Please describe the problem.
I'm starting to slowly migrate my personal data collection (530GB 3.7M files) under git-annex. I'm going piece by piece, and not yet giving up my other synchronization methods (yet); thus I need to stay in direct mode.
I initially found that git annex
commands were quite slow, but I was able to address that by adding all my "not yet included" directories to .gitignore
at the root of the working tree. Unfortunately, git annex proxy
remains super slow, because I notice that it does not include --exclude-standard
in its calls to ls-files, and thus does not respect .gitignore
. Here's an example from the --debug
log:
read: git ["--git-dir=../../../../../.git","--work-tree=../../../../..","--literal-pathspecs","-c","core.bare=false","ls-files","--others","-z","--","../../../../.."]
As a result, I was very shocked to learn that (25 min later), git annex proxy
was still setting up, and had duplicated 140GB of untracked files!

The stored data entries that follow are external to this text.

export class CounterSet {
  readonly counters: NgramCounter[];
  private readonly adaptive: boolean;
  private scratch: Uint32Array | undefined;
  /** The WebAssembly sort whose memory holds `scratch`, when it does. */
  private sorter: WasmSorter | undefined;
  private readonly sortEngine: WasmEngine;
  /** addSentences' running hash of each position, from one order to the next. */
  private hashes = new Int32Array(1 << 12);

  /**
   * @param order highest order counted (counters for 1..order)
   * @param bytesMax the budget for all counters together, including growth and spill scratch
   * @param idMax when given, every id is below it, and unigrams are counted in an array indexed
   *   by id (the count pass) if that takes at most a quarter of the budget; otherwise in a hash
   *   table like the other orders
   */
  constructor(order: number, readonly bytesMax: number, idMax?: number, options: CounterSetOptions = {}) {
    const dense = idMax !== undefined && 4 * chargedBytes([{ order: 1, slots: 0, logRows: 0, filterBits: 0, denseIds: idMax }]) <= bytesMax;
    this.counters = [];
    for (let n = 1; n <= order; n++) this.counters.push(new NgramCounter(n, undefined, undefined, undefined, n === 1 && dense ? idMax : undefined));
    this.adaptive = options.appendFrom !== undefined;
    this.sortEngine = options.sortEngine ?? 'auto';
    if (options.appendFrom !== undefined) for (const c of this.counters) if (c.logged && c.order >= options.appendFrom) c.setAppendOnly(true);
    assert(this.chargedTotal() <= bytesMax, `budget ${bytesMax} B below the counters' minimum ${this.chargedTotal()} B`);
  }

  chargedTotal(): number {
    return chargedBytes(this.counters.map(shapeOf));
  }

  /** Entries held now, all orders. */
  get size(): number {
    let size = 0;
    for (const c of this.counters) size += c.size;
    return size;
  }

  /**
   * Makes room for the n-grams of a wrapped sentence of `length` ids, growing counters within the
   * budget. Returns false when the budget does not allow it: the owner must spill and clear.
   */
  reserve(length: number): boolean {
    const needed = length - 1;
    const counters = this.counters;
    for (let n = 0; n < counters.length; n++) {
      const counter = counters[n];
      while (counter.tableFree < needed) {
        const shapes = counters.map(shapeOf);
        shapes[n].slots *= 2;
        if (chargedBytes(shapes, counter.table.byteLength) > this.bytesMax) return false;
        counter.grow(ngramHash);
      }
      while (counter.logFree < needed) {
        const shapes = counters.map(shapeOf);
        const shape = shapes[n];
        shape.logRows = Math.max(2 * shape.logRows, counter.size + needed);
        // The filter keeps its bits per row as the log grows (an append-only counter reads none).
        if (!counter.appendOnly) shape.filterBits = Math.max(shape.filterBits, filterBitsFor(shape.logRows));
        if (chargedBytes(shapes, counter.log.byteLength + shape.filterBits / 8) > this.bytesMax) return false;
        counter.resizeLog(shape.logRows);
        if (shape.filterBits !== counter.filterBits) counter.resizeFilter(shape.filterBits, ngramHash);
      }
    }
    return true;
  }

  /**
   * Sizes the empty counters for a stretch of input expected to need `needs[n−1]` at order n,
   * within the budget: what is too small grows now (once, not by doublings while counting), and what
   * is more than COUNTER_PRESIZE_SHRINK_FACTOR times too large shrinks (clearing and spilling cost
   * time in proportion to the size). A hint only: counting still grows and spills as needed.
   */
  presize(needs: readonly CounterNeed[]): void {
    const counters = this.counters;
    assert(needs.length === counters.length, `presize: ${needs.length} estimates for ${counters.length} orders`);
    assert(this.size === 0, 'presize: the counters must be empty');
    const resized = (current: number, wanted: number): number =>
      wanted > current || current > COUNTER_PRESIZE_SHRINK_FACTOR * wanted ? wanted : current;
    const shapes = counters.map((c, n): CounterShape => {
      const need = needs[n];
      const logRows = resized(c.logCapacity, Math.max(COUNTER_LOG_ROWS_MIN, Math.ceil(need.entries)));
      if (c.dense) return shapeOf(c);
      return {
        order: c.order,
        slots: resized(c.slots, slotsFor(Math.max(0, c.order === 1 ? need.entries : need.tableEntries))),
        logRows,
        filterBits: c.order === 1 ? 0 : resized(c.filterBits, filterBitsFor(c.appendOnly ? 0 : logRows)),
      };
    });
    // Structures are replaced one at a time, those that shrink first: while one is replaced, the
    // others are at most their final size and its old array is the transient.
    const transientBytes = (): number => {
      let bytes = 0;
      counters.forEach((c, n) => {
        const rowBytes = NgramCounter.slotBytes(c.order);
        if (shapes[n].slots !== c.slots) bytes = Math.max(bytes, c.slots * rowBytes);
        if (c.logged && shapes[n].logRows !== c.logCapacity) bytes = Math.max(bytes, c.logCapacity * rowBytes + shapes[n].filterBits / 8);
      });
      return bytes;
    };
    // Over the budget: halve the largest structure until the set fits (the smallest always fits).
    while (chargedBytes(shapes, transientBytes()) > this.bytesMax) {
      let best: { shape: CounterShape; key: 'slots' | 'logRows'; bytes: number } | undefined;
      for (const shape of shapes) {
        const rowBytes = NgramCounter.slotBytes(shape.order);
        if (shape.denseIds === undefined && shape.slots > COUNTER_SLOTS_MIN && (!best || shape.slots * rowBytes > best.bytes)) best = { shape, key: 'slots', bytes: shape.slots * rowBytes };
        if (shape.order > 1 && shape.logRows > COUNTER_LOG_ROWS_MIN && (!best || shape.logRows * rowBytes > best.bytes)) best = { shape, key: 'logRows', bytes: shape.logRows * rowBytes };
      }
      assert(best !== undefined, 'the smallest counters fit the budget');
      best.shape[best.key] = Math.max(best.key === 'slots' ? COUNTER_SLOTS_MIN : COUNTER_LOG_ROWS_MIN, Math.floor(best.shape[best.key] / 2));
      if (best.key === 'logRows') best.shape.filterBits = Math.min(best.shape.filterBits, filterBitsFor(best.shape.logRows));
    }
    this.dropScratch();
    for (const shrinking of [true, false]) {
      for (let n = 0; n < counters.length; n++) {
        const counter = counters[n];
        const shape = shapes[n];
        if (!counter.dense && shape.slots !== counter.slots && shape.slots < counter.slots === shrinking) counter.resize(shape.slots, ngramHash);
        if (!counter.logged) continue;
        if (shape.logRows !== counter.logCapacity && shape.logRows < counter.logCapacity === shrinking) counter.resizeLog(shape.logRows);
        if (shape.filterBits !== counter.filterBits && shape.filterBits < counter.filterBits === shrinking) counter.resizeFilter(shape.filterBits, ngramHash);
      }
    }
  }

  /**
   * Counts every n-gram that ends at a predicted position of the wrapped sentence
   * `ids[start .. start+length)` (ids[start] = `<s>`): positions 1..length−1, orders
   * 1..min(order, position+1). `reserve(length)` must have returned true.
   */
  addSentence(ids: Uint32Array, start: number, length: number): void {
    const counters = this.counters;
    const orderMax = counters.length;
    for (let position = 1; position < length; position++) {
      const i = start + position;
      let h = HASH_SEED;
      const reach = Math.min(orderMax, position + 1);
      for (let n = 1; n <= reach; n++) {
        const first = i - n + 1;
        h = combine32(h, ids[first]);
        if (!counters[n - 1].add(ids, first, h)) assert(false, 'reserve() left room for the sentence');
      }
    }
  }

  /**
   * Counts the n-grams of the wrapped sentences `first .. last−1` of a block: sentence s is
   * `ids[starts[s] .. starts[s+1])`. Like addSentence for each, but order by order over the whole
   * batch rather than position by position, so that one order's filter and table have the caches
   * to themselves (the hash of each position is carried from one order to the next). The caller
   * reserves room for all of it: `reserve(p + 1)`, p = the predicted positions, Σ (length − 1).
   */
  addSentences(ids: Uint32Array, starts: Uint32Array, first: number, last: number): void {
    const counters = this.counters;
    const positions = starts[last] - starts[first] - (last - first);
    if (this.hashes.length < positions) this.hashes = new Int32Array(Math.max(positions, 2 * this.hashes.length));
    const hashes = this.hashes;
    for (let n = 1; n <= counters.length; n++) {
      // An append-only counter reads no hash: the highest order's are then not computed (a lower
      // order's are, for the next order's, which extend them).
      if (n === counters.length && counters[n - 1].appendOnly) {
        counters[n - 1].addBatch(ids, starts, first, last, hashes);
        break;
      }
      // The hashes of the whole batch first, then the counting: with the hashes at hand, the
      // processor can start the next n-gram's memory accesses while a mispredicted branch of the
      // previous one is being resolved (hashing as it went made counting about 3× slower).
      let k = 0;
      for (let s = first; s < last; s++) {
        const start = starts[s];
        const length = starts[s + 1] - start;
        // Positions 1..length−1; order n ends at those ≥ n−1. The others keep their slot in `hashes`.
        if (n > 1) k += Math.min(n - 2, length - 1);
        for (let position = Math.max(1, n - 1); position < length; position++) {
          hashes[k] = combine32(n === 1 ? HASH_SEED : hashes[k], ids[start + position - n + 1]);
          k++;
        }
      }
      counters[n - 1].addBatch(ids, starts, first, last, hashes);
    }
  }

  /**
   * Adds `increment` occurrences of the n-gram `ids[start .. start+order)`, growing its counter within the
   * budget. Returns false, changing nothing, when the budget is reached: the owner must spill.
   */
  addNgram(ids: Uint32Array, start: number, order: number, increment = 1): boolean {
    const counter = this.counters[order - 1];
    const hash = ngramHash(ids, start, order);
    if (counter.add(ids, start, hash, increment)) return true;
    if (!this.reserve(2)) return false;
    const added = counter.add(ids, start, hash, increment);
    assert(added, 'a counter with room accepts an n-gram');
    return true;
  }

  /**
   * Scratch for sorting any one counter's entries at a spill (`spillOrder`): one row per entry.
   * Allocated on first use after a `clear`, within the charge for it: in a WebAssembly memory
   * (`scratchSorter`) unless the engine is 'js' or no such memory can be had.
   */
  sortScratch(): Uint32Array {
    let words = 0;
    for (const c of this.counters) words = Math.max(words, c.size * c.stride);
    if (this.scratch === undefined || this.scratch.length < words) {
      this.dropScratch();
      const sorter = this.sortEngine === 'js' ? undefined : WasmSorter.create(words);
      if (sorter instanceof WasmSorter) this.sorter = sorter;
      this.scratch = this.sorter?.words ?? new Uint32Array(words);
    }
    return this.scratch;
  }

  /** The WebAssembly sort whose memory holds the scratch `sortScratch` returned, if it does. */
  get scratchSorter(): WasmSorter | undefined {
    return this.sorter;
  }

  private dropScratch(): void {
    this.scratch = undefined;
    this.sorter = undefined;
  }

  /** Empties every counter, keeping its memory; drops the spill scratch. An adaptive set then
   *  chooses each counter's mode from what its last spill found. */
  clear(): void {
    this.dropScratch();
    for (const c of this.counters) {
      c.clear();
      if (this.adaptive && c.logged && !Number.isNaN(c.distinctShare)) this.setMode(c, c.distinctShare >= COUNTER_APPEND_DISTINCT_MIN);
    }
  }

  /**
   * Puts an empty counter in a mode, with a filter to match: an append-only counter's shrinks to
   * the least (it reads none, and the memory goes to the log), a filtering one's grows to its bits
   * per log row when the budget allows (else it grows with the log, as in `reserve`).
   */
  private setMode(counter: NgramCounter, append: boolean): void {
    if (counter.appendOnly === append) return;
    counter.setAppendOnly(append);
    const bits = filterBitsFor(append ? 0 : counter.logCapacity);
    if (bits === counter.filterBits) return;
    const shapes = this.counters.map(shapeOf);
    shapes[counter.order - 1].filterBits = bits;
    if (!append && chargedBytes(shapes, counter.filterBits / 8) > this.bytesMax) return;
    counter.resizeFilter(bits, ngramHash);
  }
}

My end goal is actually just to add files directly to the git repo, bypassing the annex, in spite of being in direct mode. (I can do this with the largefiles attribute, but I'd like to be able to control it directly irrespective of size.)
What steps will reproduce the problem?
git annex proxy --debug -- git commit myfile -m foo
What version of git-annex are you using? On what operating system?

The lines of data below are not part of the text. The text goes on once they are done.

/**
 * The unigram continuation vectors the raw merge keeps (src/merge/suffix-vector.ts): stored values
 * checked on reading, ids past the limit dropping the vector, and the continuation stage's source
 * adding up every partition's vector for the words of one partition.
 */
import { mkdtempSync } from 'node:fs';
import * as os from 'node:os';
import * as path from 'node:path';
import { describe, expect, test } from 'vitest';
import { partitionOfKey } from '../../src/count/hash.ts';
import { SUFFIX_VECTOR_IDS_MAX } from '../../src/limits.ts';
import { PartitionStore, partitionStoreDir } from '../../src/merge/store.ts';
import { decodeSuffixVector, hasSuffixVector, SUFFIX_VECTOR_KEY, SuffixVector, unigramContinuations, unigramContinuationSource } from '../../src/merge/suffix-vector.ts';
import { seededRandom } from '../support/seeded.ts';

describe('SuffixVector', () => {
  test('counts the last word of each bigram; the stored value decodes to the same counts', () => {
    const vector = new SuffixVector();
    // Ids past the first allocation make it grow.
    vector.addBigrams(Uint32Array.from([1, 5, 1, 70_000, 2, 5, 9, 3]), 4);
    const counts = decodeSuffixVector(vector.encode(), 's');
    expect(counts.length).toBe(70_001);
    expect([counts[3], counts[5], counts[70_000]]).toEqual([1, 2, 1]);
    expect(counts.reduce((a, b) => a + b, 0)).toBe(4);
  });

  test('an id past SUFFIX_VECTOR_IDS_MAX drops the vector (the emit path takes order 1 then)', () => {
    const vector = new SuffixVector();
    vector.addBigrams(Uint32Array.from([1, 2, 1, SUFFIX_VECTOR_IDS_MAX]), 2);
    expect(vector.overflow).toBe(true);
    expect(() => vector.encode()).toThrow(/within SUFFIX_VECTOR_IDS_MAX/);
  });

  test('a damaged value is a corrupt error naming the store', () => {
    const vector = new SuffixVector();
    vector.addBigrams(Uint32Array.from([1, 2, 3, 4]), 2);
    const value = vector.encode();
    const flipped = value.slice();
    flipped[flipped.length - 1] ^= 1;
    expect(() => decodeSuffixVector(flipped, 'p0007')).toThrow(/p0007.*checksum mismatch/);
    expect(() => decodeSuffixVector(value.subarray(0, value.length - 4), 'p')).toThrow(/length/);
    expect(() => decodeSuffixVector(value.subarray(0, 6), 'p')).toThrow(/6 bytes/);
    const version = value.slice();
    version[0] = 9;
    expect(() => decodeSuffixVector(version, 'p')).toThrow(/version 9/);
  });
});

describe('unigramContinuations', () => {
  test('the words of each partition with the sum of every partition\'s counts, in id order', async () => {
    const jobDir = mkdtempSync(path.join(os.tmpdir(), 'quern-suffixes-'));
    const partitions = 3;
    const random = seededRandom(23);
    const expected = new Map<number, number>();
    for (let p = 0; p < partitions; p++) {
      const vector = new SuffixVector();
      const rows: number[] = [];
      // Vectors of different lengths (each ends at its largest id), a shorter one after a longer.
      for (let r = 0; r < 500; r++) rows.push(r, Math.floor(random() * [300, 150, 400][p]));
      vector.addBigrams(Uint32Array.from(rows), 500);
      for (let r = 0; r < 500; r++) expected.set(rows[2 * r + 1], (expected.get(rows[2 * r + 1]) ?? 0) + 1);
      const store = PartitionStore.open(path.join(jobDir, partitionStoreDir(p)), 'write');
      store.commit([], { done: true }, 'raw', [[SUFFIX_VECTOR_KEY, vector.encode()]]);
      await store.close();
      expect(await hasSuffixVector(jobDir, p)).toBe(true);
    }
    const split = await unigramContinuations(jobDir, partitions, 400);
    for (let q = 0; q < partitions; q++) {
      const source = unigramContinuationSource(`p${q}`, split[q]);
      const got: Array<[number, number]> = [];
      for (let batch = await source.nextBatch(); batch !== null; batch = await source.nextBatch()) {
        for (let r = 0; r < batch.recordCount; r++) got.push([batch.keys[r], batch.counts[r]]);
      }
      const want = [...expected].filter(([id]) => partitionOfKey(id, partitions) === q).sort((a, b) => a[0] - b[0]);
      expect(got).toEqual(want);
      expect(got.length).toBeGreaterThan(50);
    }
  });

  test('a partition without a vector is a corrupt error', async () => {
    const jobDir = mkdtempSync(path.join(os.tmpdir(), 'quern-suffixes-'));
    for (let p = 0; p < 2; p++) {
      const store = PartitionStore.open(path.join(jobDir, partitionStoreDir(p)), 'write');
      store.commit([], { done: true }, 'raw', p === 0 ? [[SUFFIX_VECTOR_KEY, new SuffixVector().encode()]] : []);
      await store.close();
    }
    expect(await hasSuffixVector(jobDir, 1)).toBe(false);
    await expect(unigramContinuations(jobDir, 2, 10)).rejects.toThrow(/p0001 holds no unigram continuation vector/);
    // A vector with ids past the vocabulary's.
    const long = new SuffixVector();
    long.addBigrams(Uint32Array.from([1, 30]), 1);
    const other = PartitionStore.open(path.join(jobDir, partitionStoreDir(1)), 'write');
    other.commit([], { done: true }, 'raw', [[SUFFIX_VECTOR_KEY, long.encode()]]);
    await other.close();
    await expect(unigramContinuations(jobDir, 2, 10)).rejects.toThrow(/holds 31 ids, the vocabulary 10/);
  });
});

Version 6.20170520 on Mac OS 10.13.4.
Please provide any additional information below.
# If you can, paste a complete transcript of the problem occurring here.

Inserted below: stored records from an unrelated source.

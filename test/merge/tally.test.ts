/**
 * TallyBuilder against count-of-counts made here with Maps from the same sorted rows: a row at a
 * time and in batches cut anywhere, with a checkpoint taken and resumed between
 * batches as a resumed merge does; counts and context sums past the dense range included.
 */
import { describe, expect, test } from 'vitest';
import { TallyBuilder, type OrderTally } from '../../src/merge/tally.ts';
import { seededRandom } from '../support/seeded.ts';

interface Rows {
  keys: Uint32Array;
  counts: Float64Array;
  n: number;
}

/** `n` distinct sorted rows of `order` ids (few contexts, id 0 = `<s>` often first), counts mostly small, some past 4,096. */
function sortedRows(seed: number, order: number, n: number): Rows {
  const random = seededRandom(seed);
  const seen = new Map<string, number[]>();
  while (seen.size < n) {
    const ids = Array.from({ length: order }, (_, k) => Math.floor(random() ** 2 * (k === order - 1 ? 5000 : 12)));
    seen.set(ids.join(' '), ids);
  }
  const rows = [...seen.values()].sort((a, b) => { for (let k = 0; k < order; k++) if (a[k] !== b[k]) return a[k] - b[k]; return 0; });
  const counts = Float64Array.from(rows, () => (random() < 0.01 ? 4096 + Math.floor(random() * 20_000) : 1 + Math.floor(random() ** 3 * 40)));
  return { keys: Uint32Array.from(rows.flat()), counts, n: rows.length };
}

function histogram(values: number[]): Array<[number, number]> {
  const map = new Map<number, number>();
  for (const v of values) map.set(v, (map.get(v) ?? 0) + 1);
  return [...map.entries()].sort((a, b) => a[0] - b[0]);
}

/** The tally by definition: n_r of the counts, of the contexts' sums, of the rows starting with `<s>`. */
function expectedTally(rows: Rows, order: number): OrderTally {
  const counts = Array.from(rows.counts);
  const sums = new Map<string, number>();
  for (let r = 0; r < rows.n; r++) {
    const context = Array.from(rows.keys.subarray(r * order, r * order + order - 1)).join(' ');
    if (order > 1) sums.set(context, (sums.get(context) ?? 0) + counts[r]);
  }
  return {
    order, distinct: rows.n, total: counts.reduce((a, b) => a + b, 0), raw: histogram(counts),
    contexts: histogram([...sums.values()]), contextCount: sums.size,
    bosRaw: histogram(counts.filter((_, r) => rows.keys[r * order] === 0)),
  };
}

describe('TallyBuilder', () => {
  for (const order of [1, 2, 3, 5]) {
    test(`order ${order}: a row at a time and in batches cut anywhere, resumed from checkpoints, give the tally by definition`, () => {
      const rows = sortedRows(order, order, order === 1 ? 3000 : 20_000); // order 1: at most 5,000 ids
      const expected = expectedTally(rows, order);
      expect(expected.raw.some(([r]) => r >= 4096)).toBe(true);
      if (order > 1) expect(expected.contexts.some(([r]) => r >= 4096)).toBe(true);
      expect(expected.bosRaw.length).toBeGreaterThan(0);

      const perRow = new TallyBuilder(order);
      for (let r = 0; r < rows.n; r++) perRow.addRows(rows.keys, rows.counts, r, r + 1);
      expect(perRow.finish()).toEqual(expected);

      const random = seededRandom(100 + order);
      let tally = new TallyBuilder(order);
      for (let first = 0; first < rows.n;) {
        const end = Math.min(rows.n, first + Math.floor(random() ** 2 * 3000));
        // An empty batch now and then; every other batch in arrays of its own, as the merge's
        // batches come (a row's context is then compared with the kept one, not the row before).
        if (random() < 0.5) tally.addRows(rows.keys, rows.counts, first, end);
        else tally.addRows(rows.keys.slice(first * order, end * order), rows.counts.slice(first, end), 0, end - first);
        if (random() < 0.3) tally = new TallyBuilder(order, JSON.parse(JSON.stringify(tally.checkpoint())));
        first = end;
      }
      expect(tally.finish()).toEqual(expected);

      // Counts as u32 (the continuation counts), rows one at a time.
      const one = new TallyBuilder(order);
      const counts32 = Uint32Array.from(rows.counts);
      for (let r = 0; r < rows.n; r++) one.addRows(rows.keys, counts32, r, r + 1);
      expect(one.finish()).toEqual(expected);
    });
  }

  test('addRows refuses a count below 1', () => {
    expect(() => new TallyBuilder(2).addRows(Uint32Array.from([1, 2, 1, 3]), Float64Array.from([1, 0]), 0, 2)).toThrow(/count 0 of a stored n-gram/);
  });
});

# If the problem is with the git-annex assistant, paste in .git/annex/daemon.log
# End of transcript or log.
Have you had any luck using git-annex before? (Sometimes we get tired of reading bug reports all day and a lil' positive end note does wonders)
Today is my first day trying it out! It's fabulous so far, but I'm at the beginning of the learning curve.
Yay, git-annex proxy is deprecated and just passes through to git, since direct mode was eliminated. done --Joey
It wouldn't have actually copied 140 gb of files, unless you're using git-annex on a filesystem that does not support hard links. If it used hard links, it would not waste much space while running.
There may be edge cases where, if git-annex proxy did not copy/hard link ignored files from the work tree to its temporary directory, the proxied git command would not behave the same as an unproxed git command.
Let's see, such edge cases would have to involve a gitignored file that is still somehow affected by the proxied git command.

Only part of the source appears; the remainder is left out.